Have you looked at the Fenix TK75? 2900 lumens with XM-L2 emitters, 700 meters throw, and a very bright spill (although obviously not as wide as something like the SR96.) It would fit all your requirements, is smaller, and cheaper. In my opinion, still one of the best balanced lights out there.


----------



## HIDSGT (Oct 21, 2013)

ghostrider990 said:


> SGTHID:
> 
> Did you even CONSIDER buying an SR92 vs. the others?
> 
> ...


im pretty sure the 92 is discontinued. the 96 is incredibly bright with great spill. the 95 is awesome for boaters or those wanting great throw but pretty much useless up close. I just ordered the SupBeam X60 so I could compare against the 95 and 96. not too crazy about the button being in the rear but the X40 was quite impressive so I expect the X60 to be the same. throw on the X60 is about 700 yards so it will have better throw then the 96 with a larger hotspot. 

but for those walking on trails or walking their dog the 96 is gonna be hard to beat. it lights up everything within 200 yards in front and probably 200 feet to the sides. turns night into day and the spill is very uniform. guys at work simply say "Holy Chit!" when they see it. and if you point it at anyone they simply cannot look directly at you.

the 95S is the most impressive light ive seen to date as far as throw other then the PH50 which was just too dam big and bulky. who gives a flyn chit if a light can throw a 1000 yards if the spill is not there? your eyes can hardly see half that distance anyway if ur lucky so IMO its more of a novelty then anything else. dont get me wrong I love my 95S for the kool factor but the 96 is just WAY more useful and practical.

and its hard to beat the quality of the Olight. solid piece of equipment!


----------



## Albert56 (Oct 23, 2013)

I'm not crazy about the form factor. It may be is nit-picking, but for me the head and reflector assembly looks rather clunky and unattractive. Also, with such a large head I think there's plenty of room to make the individual reflectors a little bigger and perhaps a bit deeper for better throw - either that or make the head smaller altogether. I'm waiting to see the Supbeam x60. :ironic:


----------



## Knifefeak (Oct 23, 2013)

Awesome light, just got mine.


----------



## Roga_Danar (Oct 23, 2013)

Just received mine today as well. Wow. This thing is a monster! I owned and used the SR90 (was one of the battery junction preorders years back) pretty extensively for about a year as a security guard out at a remote pumping station in the Everglades and really loved that light until selling it, which I regretted to this day.
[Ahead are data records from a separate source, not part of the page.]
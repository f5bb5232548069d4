package material

// ironTo700 holds the heat capacity of iron from 298 to 700 K in the Shomate form,
// cp = A + B t + C t^2 + D t^3 + E/t^2 with t = T/1000 K and cp in J/(mol K). NIST Chemistry WebBook, iron
// (solid), after Chase, NIST-JANAF Thermochemical Tables, 4th ed. (1998).
var ironTo700 = [5]float64{18.42868, 24.64301, -8.913720, 9.664706, -0.012643}

// ironAbove700 continues it by the rows that the WebBook prints, K and J/(mol K). Its second set of
// coefficients, for 700 to 1042 K, meets these rows but dips by a fifth between the first two, which iron
// does not; so the rows are joined by straight lines.
var ironAbove700 = [][2]float64{{800, 37.85}, {900, 43.00}, {1000, 54.35}}

const (
	ironBreak     = 700.0    // K
	ironMolarMass = 0.055845 // kg/mol
)

// The range over which the cast irons follow iron: down to -40 degC, 65 K below the range of the formula,
// which there still follows measured iron (Armco iron, 384 at 200 K and 447 J/(kg K) at 300 K, from memory
// of Incropera Table A.1); up to 1000 K, before the peak of iron at 1042 K, which alloying moves.
const (
	ironLow  = zeroCelsius - 40
	ironHigh = 1000.0
)

// ironCapacity returns the specific heat capacity of pure iron, J/(kg K), at temperature t in K, for
// 298 <= t <= 1000. Below it carries the formula on, above it keeps the end value.
//
// Source: NIST Chemistry WebBook, iron, after Chase (1998): Shomate coefficients to 700 K, rows above.
func ironCapacity(t float64) float64 {
	low, c := ironBreak, shomate(ironTo700, min(t, ironBreak))
	for _, row := range ironAbove700 {
		if t <= low {
			break
		}
		c += (row[1] - c) * min((t-low)/(row[0]-low), 1)
		low = row[0]
	}
	return c / ironMolarMass
}

func shomate(s [5]float64, t float64) float64 {
	t /= 1000
	return s[0] + t*(s[1]+t*(s[2]+t*s[3])) + s[4]/(t*t)
}

// likeIron returns the corners of factor times the capacity of iron, over K, to 0.1 %.
func likeIron(factor float64) (x, y []float64) {
	x, y = sampled(1e-3, branch{ironLow, ironBreak, func(t float64) float64 { return factor * ironCapacity(t) }})
	for _, row := range ironAbove700 {
		x, y = append(x, row[0]), append(y, factor*row[1]/ironMolarMass)
	}
	return x, y
}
Not anymore! This is an amazing replacement to the SR92 and I prefer it to the SR90 as well. This thing lights up a huge area and does it very well thanks to the extremely high output. I have a TM11 that has been my king flood light for a while now, but this light is on another level altogether. Obviously the TM11 is still awesome due to its size to output ration but the SR96 is my new favorite light! Thanks Olight!


----------



## Oztorchfreak (Oct 24, 2013)

Albert56 said:


> I'm not crazy about the form factor. It may be is nit-picking, but for me the head and reflector assembly looks rather clunky and unattractive. Also, with such a large head I think there's plenty of room to make the individual reflectors a little bigger and perhaps a bit deeper for better throw - either that or make the head smaller altogether. I'm waiting to see the Supbeam x60. :ironic:





Is the Supbeam X60 going to have an "off" position on the control ring?
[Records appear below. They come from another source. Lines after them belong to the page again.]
#include <turnwright/insulation/practice.hpp>

#include <algorithm>

#include <turnwright/measure/written.hpp>
#include <turnwright/remark/wording.hpp>

namespace turnwright {
namespace {

template <class Read>
void each_row(const table& t, std::vector<remark>& faults, Read read) {
  for (const row& r : t.rows) {
    try {
      read(r);
    } catch (const refused& why) {
      faults.insert(faults.end(), why.remarks().begin(), why.remarks().end());
    }
  }
}

// The first row whose working volts are not below v; beyond the last the last, scaled up.
template <class Row>
double stepped(const std::vector<Row>& rows, double v, double Row::*column) {
  for (const Row& r : rows) {
    if (v <= r.working_v + 1e-9) return r.*column;
  }
  return rows.back().*column * v / rows.back().working_v;
}

}  // namespace

insulation_book::insulation_book(const catalogue& tables) {
  std::vector<remark> faults;
  each_row(tables.named("margins_by_gauge"), faults, [&](const row& r) {
    gauges_.push_back(
        {r.needed("bare_least_mm") * 1e-3, r.needed("margin_mm") * 1e-3, r.needed("interlayer_mm") * 1e-3});
  });
  each_row(tables.named("margins_by_volts"), faults, [&](const row& r) {
    volts_.push_back({r.needed("working_v_rms"), r.needed("margin_mm") * 1e-3});
  });
  each_row(tables.named("test_volts"), faults, [&](const row& r) {
    tests_.push_back({r.needed("working_v_rms"), r.needed("basic_v_rms"), r.needed("reinforced_v_rms")});
  });
  each_row(tables.named("wire_breakdown"), faults, [&](const row& r) {
    breakdowns_.push_back(
        {r.needed("bare_mm") * 1e-3, {r.number("grade1_v_rms"), r.number("grade2_v_rms"), r.number("grade3_v_rms")}});
  });
  if (gauges_.empty() || volts_.empty() || tests_.empty()) {
    faults.push_back(wording::missing("insulation tables", "at least one row in each"));
  }
  if (!faults.empty()) throw refused(std::move(faults));
  std::sort(gauges_.begin(), gauges_.end(),
            [](const by_gauge& a, const by_gauge& b) { return a.bare_least_m > b.bare_least_m; });
  std::sort(volts_.begin(), volts_.end(),
            [](const by_volts& a, const by_volts& b) { return a.working_v < b.working_v; });
  std::sort(tests_.begin(), tests_.end(), [](const test& a, const test& b) { return a.working_v < b.working_v; });
  std::sort(breakdowns_.begin(), breakdowns_.end(),
            [](const breakdown& a, const breakdown& b) { return a.bare_m < b.bare_m; });
}

reasoned_length insulation_book::end_margin(metres bare, volts_rms working) const {
  const auto at =
      std::find_if(gauges_.begin(), gauges_.end(), [&](const by_gauge& g) { return plain(bare) >= g.bare_least_m; });
  const double gauge_m = (at == gauges_.end() ? gauges_.back() : *at).margin_m;
  const double volts_m = stepped(volts_, plain(working.plain()), &by_volts::margin_m);
  if (volts_m > gauge_m) {
    return {as<metres>(volts_m),
            "creepage at " + fixed(plain(working.plain()), 0) + " V r.m.s. working, basic insulation"};
  }
  return {as<metres>(gauge_m), "for the gauge, so that the end turns stay on the paper"};
}

reasoned_length insulation_book::interlayer(metres bare, volts_rms between_layers) const {
  const auto at =
      std::find_if(gauges_.begin(), gauges_.end(), [&](const by_gauge& g) { return plain(bare) >= g.bare_least_m; });
  const metres paper = as<metres>((at == gauges_.end() ? gauges_.back() : *at).interlayer_m);
  const metres least = as<metres>(0.05e-3);
  if (plain(between_layers.plain()) > 100 && paper < least) {
    return {least, "over 100 V r.m.s. from layer to layer"};
  }
  return {paper, "for the gauge"};
}

volts_rms insulation_book::test_basic(volts_rms working) const {
  return volts_rms{as<volts>(stepped(tests_, plain(working.plain()), &test::basic_v))};
}

volts_rms insulation_book::test_reinforced(volts_rms working) const {
  return volts_rms{as<volts>(stepped(tests_, plain(working.plain()), &test::reinforced_v))};
}

std::optional<volts_rms> insulation_book::enamel_breakdown(metres bare, int grade) const {
  if (grade < 1 || grade > 3) return std::nullopt;
  for (const breakdown& b : breakdowns_) {          // an intermediate size takes the figure of the next larger one
    if (plain(bare) > b.bare_m + 0.5e-6) continue;  // sizes count to 0.001 mm
    const auto v = b.grade_v[grade - 1];
    return v ? std::optional(volts_rms{as<volts>(*v)}) : std::nullopt;
  }
  return std::nullopt;
}

}  // namespace turnwright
It is a must from my experiences with many versions of the Thrunite TN30/TN31 series and the OMG DEFT-X or other modded ones like the OSTS TN31mb etc.

It is far too awkward to control the light using the rear switch in this size of light.

Some of the TN31 lookalikes in the Supbeam series don't have an "off" position, why they don't puzzles me.

Maybe they have a continuously variable control ring with no steps from what I recall.




*CHEERS*


----------



## Albert56 (Oct 24, 2013)

Oztorchfreak said:


> Is the Supbeam X60 going to have an "off" position on the control ring?
> 
> It is a must from my experiences with many versions of the Thrunite TN30/TN31 series and the OMG DEFT-X or other modded ones like the OSTS TN31mb etc.
> 
> ...



I contacted Supbeam and they said the X60 should be out by the beginning of next month. I agree with your comments about the switch though. Getting back to the SR96 - it seems they could have fit in another led assembly with all the dead space there is now. It seems rather a waste of the available area to me. But then, it might be a heat dissipation issue. Either way, I personally don't like the way it looks. Cheers.


----------



## Arif (Oct 27, 2013)

Okay - so I've just got mine too! I live in the UK, but ordered it from Battery Junction (great service!), as apparently Olight distribution in the UK is not great - still not available! Could this mean that I'm the first in the UK to own one?!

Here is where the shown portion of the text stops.